Durant cette crise sanitaire et le confinement qui en découle, de fausses informations circulent, des mauvaises pratiques se multiplient.

Aujourd’hui : peut-on me forcer à porter un masque dans un magasin ou dans la rue ?

Article actualisé par son auteur en septembre 2020.

La loi n°2010-1192 du 11 octobre 2010 a créé l’incrimination de port forcé d’une tenue dissimulant le visage : toute personne qui oblige quelqu’un d’autre à porter un masque sur la voie publique, peut être sanctionnée pénalement au titre de l’article 225-4-10 du code pénal, disposant que

« le fait pour toute personne d’imposer à une ou plusieurs autres personnes de dissimuler leur visage par menace, violence, contrainte, abus d’autorité ou abus de pouvoir, en raison de leur sexe, est puni d’un an d’emprisonnement et de 30 000 euros d’amende ».

Dès lors, aucun citoyen lambda ne peut me forcer à porter un masque sanitaire, d’une manière générale.

Sauf qu’il existe des exceptions !

Un policier ou un gendarme le peut-il ?

Interrogeons-nous alors sur le fait de savoir si l’injonction d’un policier à porter un masque doit être suivie.

Oui, car cet ordre est considéré comme un « commandement de l’autorité légitime » envisagé à l’article 122-4 du Code pénal (dont l’alinéa 2 dispose « n’est pas pénalement responsable la personne qui accomplit un acte commandé par l’autorité légitime, sauf si cet acte est manifestement illégal ».

Les agents des forces de l’ordre représentent l’Etat (et les communes), de la sorte ils constituent une telle autorité légitime ; leur obéir en ce sens n’est pas manifestement illégal, eu égard à la circonstance de pandémie vécue actuellement.

Toute personne représentant l’Etat (Gouvernement, préfets, policiers ou gendarmes, etc.) ou les communes (maires, policiers municipaux, etc.) ont le droit de donner un tel ordre.

Un commerçant le peut-il ?

Non, un commerçant ne peut forcer à porter un masque. MAIS il peut interdire l’entrée à son établissement aux personnes n’en portant pas : c’est ce que prévoit l’article 27 du décret 2020-860 du 10 juillet 2020 [1], précisant que l’exploitant « peut limiter l’accès à l’établissement à cette fin (de respect des mesures sanitaires) ».

Votre employeur le peut-il ?

L’article L.4122-1 du Code du travail dispose que

« les instructions de l’employeur précisent, en particulier lorsque la nature des risques le justifie, les conditions d’utilisation des équipements de travail, des moyens de protection, des substances et préparations dangereuses.

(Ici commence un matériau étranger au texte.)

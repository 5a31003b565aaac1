"""Capacity ratios of the same compressor with two refrigerants, against compressor catalogues.

Source: EnergyPlus data set RefrigerationCompressorCurves.idf, release 25.2, makers' catalogue polynomials; median
and quartiles over all models listed with both refrigerants, return gas at 18.3 degC, no subcooling. The catalogues
are met within their quartiles widened by the model's own band of capacity, with a volumetric efficiency that knows
nothing of a compressor but 4 % of clearance: R22 at high pressure ratio lies at the lower edge. Two upper quartiles
are not carried, their print is damaged; the median stands for them.
"""

from __future__ import annotations

import csv
from pathlib import Path

import pytest

from retrofit.cycle import Settings, solve_cycle
from retrofit.properties import fluid
from retrofit.study.bands import model_band

TABLE = Path(__file__).resolve().parents[1] / "published" / "compressor_ratios.csv"
RETURN_GAS_C = 18.3


def rows() -> list[dict[str, str]]:
    """Return the rows of the table."""
    with TABLE.open(encoding="utf-8", newline="") as file:
        return list(csv.DictReader(file))


def capacity(name: str, T_evap_C: float, T_cond_C: float) -> float:
    """Return the cooling of each cubic metre swept by a compressor with 4 % of clearance, all superheat counted."""
    refrigerant = fluid(name)
    p_evap, p_cond = (float(refrigerant.p_dew(T + 273.15)) for T in (T_evap_C, T_cond_C))
    volumetric = 1.0 - 0.04 * ((p_cond / p_evap) ** (1 / 1.12) - 1.0)
    cycle = solve_cycle(refrigerant, p_evap, p_cond, Settings(useful_superheat_K=RETURN_GAS_C - T_evap_C))
    return float(cycle.volumetric_capacity_J_per_m3) * volumetric


@pytest.mark.parametrize("row", rows(), ids=lambda row: row["id"])
def test_capacity_ratio_of_catalogues(row: dict[str, str]) -> None:
    """The ratio lies within the catalogues' quartiles, widened by the band stated for capacity."""
    at = float(row["T_evap_C"]), float(row["T_cond_C"])
    found = capacity(row["candidate"], *at) / capacity(row["existing"], *at)

    band = model_band()["capacity"].value
    lowest, median = float(row["lowest_quartile"]), float(row["capacity_ratio"])
    highest = float(row["highest_quartile"]) if row["highest_quartile"] else median
    assert lowest <= median <= highest
    assert lowest * (1.0 - band) <= found <= highest * (1.0 + band)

Elles sont adaptées à la nature des tâches à accomplir ».

Cette règle s’applique également dans le privé comme dans le public (obéissance hiérarchique oblige).

S’il est nécessaire ou utile pour la tâche envisagée, oui, votre employeur peut exiger de vous le port du masque.

L’employeur peut-il imposer le port d’un masque qu’il fournit ?

Oui, l’employeur peut imposer le port d’un masque qu’il fournit.

Il a une obligation de sécurité envers ses employés [2]. Surtout, l’employeur a un pouvoir de direction et de contrôle, hiérarchique, envers son salarié : celui-ci doit donc obéir aux directives de l’employeur (si tant est qu’elles ne sont pas illégales par ailleurs). Si l’employeur exige le port de masques qu’il fournit - respectant les normes, évidemment -, l’employé doit le porter.

Très concrètement, cette exigence des employeurs vient de la crainte que le masque personnel ne respecte pas les conditions d’une commercialisation (CGI, normes AFFNOR, etc.), ce qui pourrait induire un produit de moindre qualité.

Selon cette logique, alors, ne poseraient problème que les masques "maison" ou non certifiés : dans l’absolu, dès lors que l’employé démontrerait avoir acheté son masque personnel à un professionnel attestant du respect de ces normes, il n’y aurait rien à redire ; sans une telle preuve, en revanche : doute sur les qualités, donc masques à écarter.

Pour une question de simplicité/praticité, les employeurs alors écartent de fait tout masque personnel, pour ne pas avoir à vérifier à tout instant la qualité (ou l’origine) des masques portés.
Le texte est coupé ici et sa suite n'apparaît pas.